I've just started fishing channel catfish about a month ago. I'm having a really hard time getting bites. I've tried chicken liver and stinkbait. Nothing! Except when I used a trot line. I caught them with stink bait. I've only caughten 2 catfish so far. Are hotdogs really a good bait for catfish? Is there a certain way of preparing them? I'm struggling and really want to start catching more cats. Help me out with any advice you can offer. When to fish? What time? Best bait. Anything. THANKS.


----------



## Gohon

Would really need to know more about the type of water you're fishing and how. Stinkbaits do work but usually the best results are after the water warms up above 75 degrees. Chicken livers are good any time, especially for channel cats but you do need to re-bait about every 30 minutes to keep the blood smell in the water. Contrary to what most people believe, catfish do not like brackish or muddy water but instead prefer clean flowing water. Best areas are where there is a little bit of current to carry the scent in the water. Best baits are cut bait, the oilier the better. If the lake you fish has a shad population that is the best bet as shad or what ever forage fish is in the lake will be the main diet of the catfish.

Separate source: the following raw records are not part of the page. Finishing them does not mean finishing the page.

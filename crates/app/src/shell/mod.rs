//! The window around the pages: bars, questions, files, and the one place where commands are carried out.

pub mod ask;
pub mod bar;
pub mod disk;
pub mod files;
pub mod finder;
pub mod foot;
pub mod launch;
pub mod obey;
pub mod options;
pub mod path_box;
pub mod picker;
pub mod readings;
pub mod recover;
pub mod timing;
pub mod window;

#[cfg(test)]
#[allow(clippy::unwrap_used, clippy::expect_used, clippy::panic)]
mod trials;
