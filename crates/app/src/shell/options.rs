//! How the window opens: from the environment, so that pictures of it can be taken by a script.
//!
//! `CRESTLINE_PAGE` is a page's name in lower case with hyphens (`saddle`, `fretted-notes`), `CRESTLINE_THEME`
//! is `light`, `dark` or `system`, `CRESTLINE_UNITS` is `mm` or `inch`, and `CRESTLINE_SIZE` is a size in points such as
//! `1280x800`.
//! `CRESTLINE_STATE` is the folder that remembers what outlives the window, its last arrangement among it, which
//! stands behind the other variables.
//! `CRESTLINE_PAINTER` is `processor` to do without OpenGL.
//! With `CRESTLINE_TIMING` set, the time to the first frame and the steps done so far are told on standard error. What is not understood is passed over.

use std::path::PathBuf;

use crate::keep::layout::Layout;
use crate::keep::place::state_folder;
use crate::units::LengthUnit;
use crate::view::{Page, ThemeChoice, View};

/// Size of the window where nothing else is asked for, points.
const USUAL_SIZE: [f32; 2] = [1280.0, 800.0];
/// The smallest window that everything still fits in, points.
pub const LEAST_SIZE: [f32; 2] = [860.0, 560.0];

/// How the window opens.
#[derive(Debug, Clone, PartialEq)]
pub struct Options {
    /// The page that it opens on.
    pub page: Page,
    /// Light or dark.
    pub theme: ThemeChoice,
    /// The unit of lengths.
    pub unit: LengthUnit,
    /// Its size in points.
    pub size: [f32; 2],
    /// Scale of all text.
    pub zoom: f32,
    /// Whether the inputs are shown.
    pub inputs: bool,
    /// Width of the inputs in points, where it is not the usual one.
    pub inputs_width: Option<f32>,
    /// Whether to tell the time to the first frame.
    pub timing: bool,
    /// What paints the window.
    pub painter: PaintedBy,
    /// The folder for what outlives the window; without one nothing is remembered.
    pub state: Option<PathBuf>,
}

impl Options {
    /// Reads the options through `variable`, which looks a name up in the environment.
    pub fn read(variable: impl Fn(&str) -> Option<String>) -> Self {
        let page = variable("CRESTLINE_PAGE").and_then(|word| Self::page_named(&word));
        let theme = variable("CRESTLINE_THEME").and_then(|word| Self::theme_named(&word));
        let unit = variable("CRESTLINE_UNITS").and_then(|word| LengthUnit::of_word(&word));
        let size = variable("CRESTLINE_SIZE").and_then(|word| size(&word));
        let state = state_folder(&variable);
        let last = state.as_deref().map(Layout::read).unwrap_or_default();
        Self {
            page: page.or(last.page).unwrap_or(Page::Saddle),
            theme: theme.or(last.theme).unwrap_or_default(),
            unit: unit.or(last.unit).unwrap_or_default(),
            size: size.or(last.size).unwrap_or(USUAL_SIZE),
            zoom: last.zoom.unwrap_or(1.0),
            inputs: last.inputs.unwrap_or(true),
            inputs_width: last.inputs_width,
            timing: variable("CRESTLINE_TIMING").is_some(),
            painter: painter(variable("CRESTLINE_PAINTER").as_deref()),
            state,
        }
    }

    /// The window's state as it opens.
    #[must_use]
    pub fn view(&self) -> View {
        View { page: self.page, theme: self.theme, unit: self.unit, inputs: self.inputs, ..View::new() }
    }

    /// The word for a page.
    #[must_use]
    pub fn page_word(page: Page) -> String {
        page.name().to_lowercase().replace(' ', "-")
    }

    /// The page of a word.
    #[must_use]
    pub fn page_named(word: &str) -> Option<Page> {
        Page::ALL.into_iter().find(|page| Self::page_word(*page) == word)
    }

    /// The word for a choice of colours.
    #[must_use]
    pub fn theme_word(theme: ThemeChoice) -> &'static str {
        match theme {
            ThemeChoice::Light => "light",
            ThemeChoice::Dark => "dark",
            ThemeChoice::System => "system",
        }
    }

    /// The choice of colours of a word.
    #[must_use]
    pub fn theme_named(word: &str) -> Option<ThemeChoice> {
        ThemeChoice::ALL.into_iter().find(|theme| Self::theme_word(*theme) == word)
    }
}

/// Whether a window can have this size in points.
#[must_use]
pub fn size_is_sensible(size: &[f32; 2]) -> bool {
    size.iter().zip(LEAST_SIZE).all(|(side, least)| (least..=16_384.0).contains(side))
}

/// What paints the window.
#[derive(Debug, Clone, Copy, PartialEq, Eq)]
pub enum PaintedBy {
    /// OpenGL, by a graphics card or in software.
    OpenGl,
    /// The processor, because somebody wants it.
    Processor,
    /// The processor, because there was no OpenGL: this is said once.
    ProcessorInstead,
}

fn painter(word: Option<&str>) -> PaintedBy {
    match word {
        Some("processor") => PaintedBy::Processor,
        Some("processor-instead") => PaintedBy::ProcessorInstead,
        _ => PaintedBy::OpenGl,
    }
}

fn size(word: &str) -> Option<[f32; 2]> {
    let (width, height) = word.split_once('x')?;
    Some([width.parse().ok()?, height.parse().ok()?]).filter(size_is_sensible)
}

#[cfg(test)]
mod tests {
    #![allow(clippy::unwrap_used)]
    use super::*;

    #[test]
    fn what_is_understood_is_taken_and_the_rest_passed_over() {
        let given = Options::read(|name| match name {
            "CRESTLINE_PAGE" => Some("fretted-notes".into()),
            "CRESTLINE_THEME" => Some("dark".into()),
            "CRESTLINE_UNITS" => Some("inch".into()),
            "CRESTLINE_SIZE" => Some("1920x1080".into()),
            _ => None,
        });
        let usual = Options {
            page: Page::Saddle,
            theme: ThemeChoice::System,
            unit: LengthUnit::Millimetres,
            size: USUAL_SIZE,
            zoom: 1.0,
            inputs: true,
            inputs_width: None,
            timing: false,
            painter: PaintedBy::OpenGl,
            state: None,
        };
        let wanted = Options {
            page: Page::FrettedNotes,
            theme: ThemeChoice::Dark,
            unit: LengthUnit::Inches,
            size: [1920.0, 1080.0],
            ..usual.clone()
        };
        assert_eq!(given, wanted);
        let odd = Options::read(|_| Some("NaNx5".into()));
        assert_eq!(odd, Options { timing: true, ..usual });
    }

    #[test]
    fn the_last_arrangement_is_taken_where_the_environment_says_nothing() {
        let folder = tempfile::tempdir().unwrap();
        let last = Layout {
            page: Some(Page::Compare),
            theme: Some(ThemeChoice::Dark),
            zoom: Some(1.5),
            ..Layout::default()
        };
        last.write(folder.path());
        let options = Options::read(|name| match name {
            "CRESTLINE_STATE" => folder.path().to_str().map(str::to_owned),
            "CRESTLINE_THEME" => Some("light".into()),
            _ => None,
        });
        assert_eq!((options.page, options.theme, options.zoom), (Page::Compare, ThemeChoice::Light, 1.5));
    }
}
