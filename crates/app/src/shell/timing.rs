//! What is told on standard error to those who measure the window.

use std::io::Write;
use std::time::Instant;

use eframe::egui::Context;

/// After so many steps their number is told again.
const EVERY: u64 = 100;

/// Frames and steps since the window opened.
#[derive(Debug)]
pub struct Timing {
    began: Instant,
    frames: u64,
    told: u64,
}

impl Timing {
    /// Tells from now on; the first frame has been waited for since `began`.
    #[must_use]
    pub fn new(began: Instant) -> Self {
        Self { began, frames: 0, told: 0 }
    }

    /// Counts a frame. The time to the first is told at the beginning of the second, when the first has been painted;
    /// `steps` is how many there have been.
    pub fn frame(&mut self, ctx: &Context, steps: u64) {
        self.frames += 1;
        match self.frames {
            1 => ctx.request_repaint(),
            2 => tell(&format!("first frame after {:.3} s", self.began.elapsed().as_secs_f64())),
            _ => {}
        }
        if steps >= self.told + EVERY {
            self.told = steps - steps % EVERY;
            tell(&format!("{steps} steps in {} frames", self.frames));
        }
    }
}

fn tell(words: &str) {
    // Whoever asked for it has closed standard error where this fails.
    let _ = writeln!(std::io::stderr(), "{words}");
}
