//! The system's file dialogs, off the window's thread.
//!
//! A dialog service that fails looks the same as a user who cancels, and one that hangs never answers.
//! So it is asked only where there is one, an answer that comes too fast for a hand counts as a failure, and
//! the window offers its own path field while it waits.

use std::future::Future;
use std::path::{Path, PathBuf};
use std::pin::Pin;
use std::sync::Arc;
use std::sync::mpsc::{Receiver, TryRecvError, channel};
use std::task::{Context, Poll, Wake, Waker};
use std::thread::{self, Thread};
use std::time::{Duration, Instant};

use crestline_sheets::Format;
use eframe::egui;

/// No hand closes a dialog this soon after it was asked for.
const FASTEST_HAND: Duration = Duration::from_millis(400);

/// What a path is wanted for.
#[derive(Debug, Clone, Copy, PartialEq, Eq)]
pub enum Purpose {
    /// To open a plan.
    Open,
    /// To save the plan.
    Save,
    /// To write the drawing or the schedule.
    Write(Format),
    /// To take readings from a table.
    Readings,
}

impl Purpose {
    /// The title of the dialog.
    #[must_use]
    pub fn title(self) -> &'static str {
        match self {
            Self::Open => "Open a plan",
            Self::Save => "Save the plan as",
            Self::Write(Format::Csv) => "Write the schedule to",
            Self::Write(_) => "Write the drawing to",
            Self::Readings => "Take readings from",
        }
    }

    /// The word for the button that does it.
    #[must_use]
    pub fn verb(self) -> &'static str {
        match self {
            Self::Open => "Open",
            Self::Save => "Save",
            Self::Write(_) => "Write",
            Self::Readings => "Take",
        }
    }

    /// The ending of the files that it is about.
    #[must_use]
    pub fn ending(self) -> &'static str {
        match self {
            Self::Open | Self::Save => super::files::PLAN_ENDING,
            Self::Write(format) => format.ending(),
            Self::Readings => super::readings::READINGS_ENDING,
        }
    }

    /// The ending that a new file gets.
    #[must_use]
    pub fn new_ending(self) -> &'static str {
        match self {
            Self::Save => super::files::NEW_PLAN_ENDING,
            other => other.ending(),
        }
    }

    /// Whether a file is written, not read.
    #[must_use]
    pub fn writes(self) -> bool {
        matches!(self, Self::Save | Self::Write(_))
    }
}

/// What came of a dialog.
#[derive(Debug, Clone, PartialEq, Eq)]
pub enum Answer {
    /// A path.
    Path(PathBuf),
    /// The user closed the dialog.
    Cancelled,
    /// No dialog came up.
    NoService,
}

/// A dialog that is open.
#[derive(Debug)]
pub struct Picker {
    /// What it asks for.
    pub purpose: Purpose,
    answers: Receiver<Option<PathBuf>>,
    since: Instant,
}

impl Picker {
    /// Opens a dialog; none where no service could answer.
    #[must_use]
    pub fn open(ctx: &egui::Context, purpose: Purpose, suggested: &Path) -> Option<Self> {
        if !service_may_answer() {
            return None;
        }
        // The future is made on the window's thread, as some systems want it, and waited for on another.
        let future = ask(purpose, suggested);
        let (sender, answers) = channel();
        let ctx = ctx.clone();
        let waiting = move || {
            // The window may have gone by then; nobody needs the answer any more.
            let _ = sender.send(wait_for(future));
            ctx.request_repaint();
        };
        let thread = thread::Builder::new().name("file dialog".into()).spawn(waiting);
        thread.is_ok().then(|| Self { purpose, answers, since: Instant::now() })
    }

    /// The answer, once there is one.
    #[must_use]
    pub fn answer(&self) -> Option<Answer> {
        match self.answers.try_recv() {
            Ok(Some(path)) => Some(Answer::Path(path)),
            Ok(None) if self.since.elapsed() < FASTEST_HAND => Some(Answer::NoService),
            Ok(None) => Some(Answer::Cancelled),
            Err(TryRecvError::Disconnected) => Some(Answer::NoService),
            Err(TryRecvError::Empty) => None,
        }
    }
}

type Asking = Pin<Box<dyn Future<Output = Option<PathBuf>> + Send>>;

fn ask(purpose: Purpose, suggested: &Path) -> Asking {
    let mut dialog = rfd::AsyncFileDialog::new().set_title(purpose.title());
    dialog = match purpose {
        Purpose::Open | Purpose::Save => dialog.add_filter("Plans", &[super::files::PLAN_ENDING]),
        Purpose::Readings => dialog.add_filter("Readings", &[purpose.ending()]),
        Purpose::Write(format) => dialog.add_filter(format.ending().to_uppercase(), &[format.ending()]),
    };
    if let Some(folder) = suggested.parent().filter(|folder| folder.is_dir()) {
        dialog = dialog.set_directory(folder);
    }
    if let (Purpose::Save | Purpose::Write(_), Some(name)) = (purpose, suggested.file_name()) {
        dialog = dialog.set_file_name(name.to_string_lossy());
    }
    match purpose {
        Purpose::Open | Purpose::Readings => {
            let picked = dialog.pick_file();
            Box::pin(async { picked.await.map(|file| file.path().to_owned()) })
        }
        Purpose::Save | Purpose::Write(_) => {
            let picked = dialog.save_file();
            Box::pin(async { picked.await.map(|file| file.path().to_owned()) })
        }
    }
}

/// Whether there is anything that could show a dialog: a session bus with its portal, or the program `zenity`.
#[cfg(target_os = "linux")]
fn service_may_answer() -> bool {
    let is_set = |name: &str| std::env::var_os(name).is_some_and(|value| !value.is_empty());
    let runtime_bus =
        std::env::var_os("XDG_RUNTIME_DIR").is_some_and(|folder| Path::new(&folder).join("bus").exists());
    let zenity = std::env::var_os("PATH")
        .is_some_and(|paths| std::env::split_paths(&paths).any(|folder| folder.join("zenity").is_file()));
    is_set("DBUS_SESSION_BUS_ADDRESS") || runtime_bus || zenity
}

/// The other systems bring their dialogs along.
#[cfg(not(target_os = "linux"))]
fn service_may_answer() -> bool {
    true
}

/// Wakes the thread that waits for a future.
struct Unpark(Thread);

impl Wake for Unpark {
    fn wake(self: Arc<Self>) {
        self.0.unpark();
    }
}

/// Waits on this thread until the future is ready.
fn wait_for<T>(mut future: Pin<Box<dyn Future<Output = T> + Send>>) -> T {
    let waker = Waker::from(Arc::new(Unpark(thread::current())));
    let mut context = Context::from_waker(&waker);
    loop {
        match future.as_mut().poll(&mut context) {
            Poll::Ready(value) => return value,
            Poll::Pending => thread::park(),
        }
    }
}
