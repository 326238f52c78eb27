//! The one place where commands are carried out.

use std::path::{Path, PathBuf};

use crestline_plan::{Kind, Tolerances, example, read_draft};
use crestline_sheets::{Format, export};
use eframe::egui::{Context, ViewportCommand};

use super::ask::{Question, Reply};
use super::disk;
use super::files::{self, with_ending};
use super::finder::Finder;
use super::path_box::PathBox;
use super::picker::{Answer, Picker, Purpose};
use super::readings;
use super::recover;
use super::window::Window;
use crate::edit::catalogue::offers;
use crate::edit::command::Command;
use crate::edit::history::Edit;
use crate::edit::strings;
use crate::keep::autosave::whole;
use crate::keep::watch::Watch;
use crate::repair::place::Place;
use crate::theme;
use crate::view::{Group, Page};

/// The least and greatest scale of all text.
const ZOOM: [f32; 2] = [0.8, 2.0];
/// One step of it.
const ZOOM_STEP: f32 = 0.1;

/// Does what a command says.
pub fn obey(window: &mut Window, ctx: &Context, command: Command) {
    match command {
        Command::NewFromExample(_)
        | Command::NewFromKind(_)
        | Command::Open
        | Command::OpenFile(_)
        | Command::Quit
            if window.desk.is_changed() =>
        {
            window.question = Some(Question::Unsaved(command));
        }
        Command::NewFromExample(name) => new_from_example(window, name),
        Command::NewFromKind(id) => new_from_kind(window, id),
        Command::Open => pick(window, ctx, Purpose::Open),
        Command::OpenFile(path) => open(window, &path),
        Command::Save => save(window, ctx),
        Command::SaveAs => pick(window, ctx, Purpose::Save),
        Command::Export(format) => ask_for_drawing(window, ctx, format),
        Command::ImportReadings => pick(window, ctx, Purpose::Readings),
        Command::ImportReadingsFrom(path) => readings::import(window, &path),
        Command::Quit => ctx.send_viewport_cmd(ViewportCommand::Close),
        Command::Undo => step(window, true),
        Command::Redo => step(window, false),
        Command::Theme(choice) => {
            window.view.theme = choice;
            theme::choose(ctx, choice);
        }
        Command::LargerText => zoom(ctx, ZOOM_STEP),
        Command::SmallerText => zoom(ctx, -ZOOM_STEP),
        Command::TypePath => {
            if let Some(picker) = window.picker.take() {
                ask_in_window(window, picker.purpose);
            }
        }
        Command::UsualText => ctx.set_zoom_factor(1.0),
        Command::FindCommand => {
            let offers = offers(&window.desk, &window.view, window.recent.plans());
            window.question = Some(Question::Find(Finder::new(offers)));
        }
        other => arrange(window, other),
    }
}

/// Commands that change strings or the view only.
fn arrange(window: &mut Window, command: Command) {
    let view = &mut window.view;
    match command {
        Command::DuplicateString(index) => {
            change_strings(window, index + 1, "Add string", |plan| strings::duplicate(plan, index));
        }
        Command::RemoveString(index) => {
            change_strings(window, index, "Remove string", |plan| strings::remove(plan, index));
        }
        Command::MoveStringUp(index) if index > 0 => {
            change_strings(window, index - 1, "Move string", |plan| strings::swap(plan, index - 1, index));
        }
        Command::MoveStringDown(index) => {
            change_strings(window, index + 1, "Move string", |plan| strings::swap(plan, index, index + 1));
        }
        Command::TakeStyle(saddle, nut, split_after) => {
            let plan = &mut window.desk.plan;
            (plan.saddle.style, plan.nut.style) = (saddle, nut);
            plan.saddle.split_after = split_after.or(plan.saddle.split_after);
            window.desk.settle(&Edit::whole("Take saddle and nut"));
        }
        Command::TakeTolerances => set_tolerances(window, "Take tolerances", Some(Tolerances::default())),
        Command::LeaveOutTolerances => set_tolerances(window, "Leave out tolerances", None),
        Command::FillReadings(filling) => readings::fill(window, &filling),
        Command::TakeFitted => readings::take_fitted(window),
        Command::ChooseString(index) => view.string = index,
        Command::ShowPage(page) => view.page = page,
        Command::ShowInputs(shown) => view.inputs = shown,
        Command::ShowCard(shown) => view.card = shown,
        Command::Spread(of) => {
            let string = view.string;
            change_strings(window, string, &format!("Spread {}", of.name()), |plan| of.spread(plan));
        }
        Command::ShowLengthsIn(unit) => {
            view.unit = unit;
            view.drafts.clear();
        }
        Command::Fold(group) => view.fold(group),
        Command::GoTo(path) => go_to(window, path),
        Command::ResetPlots => {
            view.saddle_camera.reset();
            view.nut_camera.reset();
            view.errors.looking = None;
        }
        Command::DismissMessage => view.message = None,
        _ => {}
    }
}

fn change_strings(
    window: &mut Window,
    choose: usize,
    name: &str,
    change: impl FnOnce(&mut crestline_plan::Plan),
) {
    change(&mut window.desk.plan);
    window.desk.settle(&Edit::whole(name));
    window.view.drafts.clear();
    choose_string(window, choose);
}

fn set_tolerances(window: &mut Window, name: &str, tolerances: Option<Tolerances>) {
    window.desk.plan.tolerances = tolerances;
    window.desk.settle(&Edit::whole(name));
    window.view.drafts.clear();
}

fn choose_string(window: &mut Window, index: usize) {
    window.view.string = index.min(window.desk.plan.strings.len().saturating_sub(1));
}

fn go_to(window: &mut Window, path: String) {
    if path.starts_with("readings") {
        go_to_reading(window, &path);
        return;
    }
    if path.starts_with("tolerances") {
        window.view.page = Page::HowSure;
        window.view.trust.shows_tolerances = true;
        window.view.going_to = Some(path);
        return;
    }
    window.view.folded.remove(&Group::of_path(&path));
    let index = path.strip_prefix("strings[").and_then(|rest| rest.split(']').next()?.parse().ok());
    if let Some(index) = index {
        choose_string(window, index);
    }
    window.view.inputs = true;
    window.view.going_to = Some(path);
}

/// Shows the readings, and goes to the cell of the one with this path.
fn go_to_reading(window: &mut Window, path: &str) {
    window.view.page = Page::Diagnosis;
    window.view.repair.going_to = Place::at_path(path, &window.desk.plan.readings);
}

fn step(window: &mut Window, back: bool) {
    let name = if back { window.desk.history().undo_name() } else { window.desk.history().redo_name() };
    let said = name.map(|name| format!("{}: {name}", if back { "Undone" } else { "Done again" }));
    let stepped = if back { window.desk.undo() } else { window.desk.redo() };
    forget_what_was_typed(window);
    if let (true, Some(said)) = (stepped, said) {
        window.view.say(said);
    }
}

fn zoom(ctx: &Context, by: f32) {
    ctx.set_zoom_factor((ctx.zoom_factor() + by).clamp(ZOOM[0], ZOOM[1]));
}

fn new_from_example(window: &mut Window, name: &str) {
    let Some(example) = example(name) else { return };
    match read_draft(example.text) {
        Ok(plan) => {
            window.desk.replace(plan, None);
            window.watch_file();
            fresh(window);
        }
        Err(faults) => {
            window.view.complain(faults.iter().map(ToString::to_string).collect::<Vec<_>>().join("; "))
        }
    }
}

fn new_from_kind(window: &mut Window, id: &str) {
    let Some(kind) = Kind::of(id) else { return };
    window.desk.replace(kind.plan(), None);
    window.watch_file();
    fresh(window);
    window
        .view
        .say(format!("New plan: {}. Its figures are common ones; enter what you have measured.", kind.name));
}

fn open(window: &mut Window, path: &Path) {
    // Looked at before it is read, so that no change in between goes unseen.
    let watch = Watch::new(path);
    match files::open(path) {
        Ok(plan) => {
            window.desk.replace(plan, Some(path.to_owned()));
            window.watch_file();
            window.watch = Some(watch);
            fresh(window);
            window.view.say(format!("Opened {}", path.display()));
            recover::look_around(window);
        }
        Err(words) => {
            if !path.exists() {
                window.recent.remove(&whole(path));
            }
            window.view.complain(words);
        }
    }
}

/// Forgets what belonged to the plan before.
pub fn fresh(window: &mut Window) {
    window.view.drafts.clear();
    window.view.string = 0;
    window.view.saddle_camera.reset();
    window.view.nut_camera.reset();
    window.view.errors.looking = None;
    window.view.trust.fresh();
    window.view.repair.fresh();
    window.view.message = None;
}

fn save(window: &mut Window, ctx: &Context) {
    match window.desk.path().map(Path::to_owned) {
        Some(_) if disk::look(window, Some(None)) => {}
        Some(path) => {
            save_to(window, path);
        }
        None => pick(window, ctx, Purpose::Save),
    }
}

/// Saves to the plan's file, and then does what waits for that.
pub fn save_then(window: &mut Window, ctx: &Context, next: Option<Command>) {
    let Some(path) = window.desk.path().map(Path::to_owned) else { return };
    if let (true, Some(next)) = (save_to(window, path), next) {
        obey(window, ctx, next);
    }
}

/// Forgets what was being typed, because the plan has been changed from elsewhere.
pub fn forget_what_was_typed(window: &mut Window) {
    window.view.drafts.clear();
    choose_string(window, window.view.string);
}

/// Saves the plan; false where that failed.
fn save_to(window: &mut Window, path: PathBuf) -> bool {
    match files::save(&path, &window.desk.plan) {
        Ok(()) => {
            let open_fields = window.view.drafts.errors().count();
            let remark = match (open_fields, window.desk.faults().len()) {
                (0, 0) => String::new(),
                (0, n) => format!(". It still has {n} to mend, and is saved as it is"),
                (n, _) => format!(". The file has the last good value of {n} marked fields"),
            };
            window.view.say(format!("Saved {}{remark}", path.display()));
            window.desk.saved_as(path);
            window.watch_file();
            true
        }
        Err(words) => {
            window.view.complain(format!(
                "{words}. The plan is unchanged in this window, and its unsaved changes are kept; it can be saved to \
                 another place."
            ));
            false
        }
    }
}

fn ask_for_drawing(window: &mut Window, ctx: &Context, format: Format) {
    let is_current = window.desk.faults().is_empty() && window.view.drafts.errors().next().is_none();
    if is_current && window.desk.outcome().is_some() {
        pick(window, ctx, Purpose::Write(format));
    } else {
        window.view.complain("The drawing is not written while fields are to be mended.");
    }
}

/// Asks for a path: by the system's dialog, or in the window where there is none.
fn pick(window: &mut Window, ctx: &Context, purpose: Purpose) {
    let suggested = files::suggested(window.desk.path(), &window.desk.plan.title, purpose.new_ending());
    window.picker = Picker::open(ctx, purpose, &suggested);
    if window.picker.is_none() {
        ask_in_window(window, purpose);
    }
}

/// Takes the answer of a file dialog, once there is one.
pub fn take_answer(window: &mut Window, ctx: &Context) {
    let Some((purpose, answer)) = window.picker.as_ref().and_then(|p| Some((p.purpose, p.answer()?))) else {
        return;
    };
    window.picker = None;
    match answer {
        Answer::Path(path) => {
            // The dialog has asked about a file that exists, but not about one that gets its ending here.
            let whole = with_ending(path.clone(), purpose.new_ending());
            let reply =
                if whole == path { Reply::Use(purpose, path) } else { Reply::Propose(purpose, whole) };
            take_reply(window, ctx, reply);
        }
        Answer::Cancelled => window.after_saving = None,
        Answer::NoService => ask_in_window(window, purpose),
    }
}

/// Asks for a path by the window's own field.
fn ask_in_window(window: &mut Window, purpose: Purpose) {
    let suggested = files::suggested(window.desk.path(), &window.desk.plan.title, purpose.new_ending());
    window.question = Some(Question::Path(PathBox::new(purpose, &suggested)));
}

/// Does what was answered to a question.
pub fn take_reply(window: &mut Window, ctx: &Context, reply: Reply) {
    match reply {
        Reply::Cancel => window.after_saving = None,
        Reply::SaveThen(next) => match window.desk.path().map(Path::to_owned) {
            Some(_) if disk::look(window, Some(Some(next.clone()))) => {}
            Some(_) => save_then(window, ctx, Some(next)),
            None => {
                pick(window, ctx, Purpose::Save);
                window.after_saving = Some(next);
            }
        },
        Reply::Without(next) => without_saving(window, ctx, next),
        Reply::Do(command) => obey(window, ctx, command),
        Reply::Disk(choice) => disk::take(window, ctx, choice),
        // Its question holds what it is about; the window passes both on.
        Reply::Recovery(_) => {}
        Reply::Propose(purpose, path) if purpose.writes() && path.exists() => {
            window.question = Some(Question::Replace(purpose, path));
        }
        Reply::Propose(purpose, path) | Reply::Use(purpose, path) => use_path(window, ctx, purpose, path),
    }
}

fn without_saving(window: &mut Window, ctx: &Context, next: Command) {
    match next {
        Command::Quit => {
            window.may_close = true;
            window.autosave.forget();
            ctx.send_viewport_cmd(ViewportCommand::Close);
        }
        Command::NewFromExample(name) => new_from_example(window, name),
        Command::NewFromKind(id) => new_from_kind(window, id),
        Command::Open => pick(window, ctx, Purpose::Open),
        Command::OpenFile(path) => open(window, &path),
        other => obey(window, ctx, other),
    }
}

fn use_path(window: &mut Window, ctx: &Context, purpose: Purpose, path: PathBuf) {
    match purpose {
        Purpose::Open => open(window, &path),
        Purpose::Save => {
            let next = window.after_saving.take();
            if let (true, Some(next)) = (save_to(window, path), next) {
                obey(window, ctx, next);
            }
        }
        Purpose::Write(_) => write_drawing(window, &path),
        Purpose::Readings => readings::import(window, &path),
    }
}

/// Writes the drawing of the last good result in the format that the file's ending names.
fn write_drawing(window: &mut Window, path: &Path) {
    let Some(outcome) = window.desk.outcome() else { return };
    let ending = path.extension().map(|ending| ending.to_string_lossy().into_owned()).unwrap_or_default();
    let Some(format) = Format::of_ending(&ending) else {
        let known = Format::ALL.map(Format::ending).join(", ");
        window.view.complain(format!("A drawing cannot be written as .{ending}; endings that can: {known}"));
        return;
    };
    let options = window.view.preview.options(&outcome.plan);
    let bytes = export(format, &outcome.plan, &outcome.solution, &options);
    let what = if format == Format::Csv { "Schedule" } else { "Drawing" };
    match files::write(path, &bytes) {
        Ok(()) => window.view.say(format!("{what} written to {}", path.display())),
        Err(words) => window.view.complain(words),
    }
}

I'm in the Midwest and when I crappie fish I cut a head off a crappie and run the hoot through the lips and throw it out. Between crappie heads and shad I've found nothing better in the lake I fish. Catfish are not hook shy so don't be afraid to use over sized hooks and make sure the hook point is exposed. I very seldom use anything smaller than a 5/0 and generally use a 7/0 circle hook.


----------



## goosegrinder

If you REALLY want to catch channel or blue catfish, go with CUTBAIT ! Get yourself some bluegills,chubs,goldeye,drum,etc. and cut them up into chunks. Fish the wind blown shorelines in shallow water. Even better if there is some timber nearby. Make sure your pole is either in free-spool or secured in a pole holder while your'e waiting for hits otherwise youmight lose your setup. :wink:

Alex


----------



## Starky

Be carefull what you use for cut bait. Bluegills are not legal in North Dakota. Neither would crappie heads.
Go to the grocery store and see if they carry frozen smelt. Also, if you let it sit in the sun for half a day it gets even better.


----------



## Garrett

we have always used crickets for channel catfish. and if u use weeneys make sure you set them out in the sun for awhile to let them harden so they dont fall off the line. and also if you rae trot lining (well i dont know about where u live) make sure u have a license if u dont already cuz in south carolina its illegal


----------



## mshutt

If you have them in the area. FROGS FROGS FROGS FROGS AND MORE FROGS...they have worked wonders for me, especially if you cut tehre legs off because the cats will nibble on them forever and you dont stand a chance catching them.


----------



## NightWarrior

Frogs is the way to go if you can get them... I was able to freeze about 50 of them for this spring after the spawn. I also cut the legs off and use them to when needed. I got some legs from some bull frogs in the freezer to that work well.


----------



## derek.wehrman

No sh*t, frozen frogs work too.


----------



## honkerslayr

I've never messed with hotdogs, but all i've used is Cut bait. I'll never go back to anything else except maybe a mudd puppy every now and then depending. I use suckers and chubs....the stinkier and messier the better i say. Try this with a lindy type rig. I've always seemed to catch something with it as opposed to other commercial baits thats why I'm so partial to it. Also the bigger the bait the more likely the bigger the fish will be from what I've seen. :beer:


----------



## FishBlogTV

southangler said:


> I've just started fishing channel catfish about a month ago. I'm having a really hard time getting bites. I've tried chicken liver and stinkbait. Nothing! Except when I used a trot line. I caught them with stink bait. I've only caughten 2 catfish so far. Are hotdogs really a good bait for catfish? Is there a certain way of preparing them? I'm struggling and really want to start catching more cats. Help me out with any advice you can offer. When to fish? What time? Best bait. Anything. THANKS.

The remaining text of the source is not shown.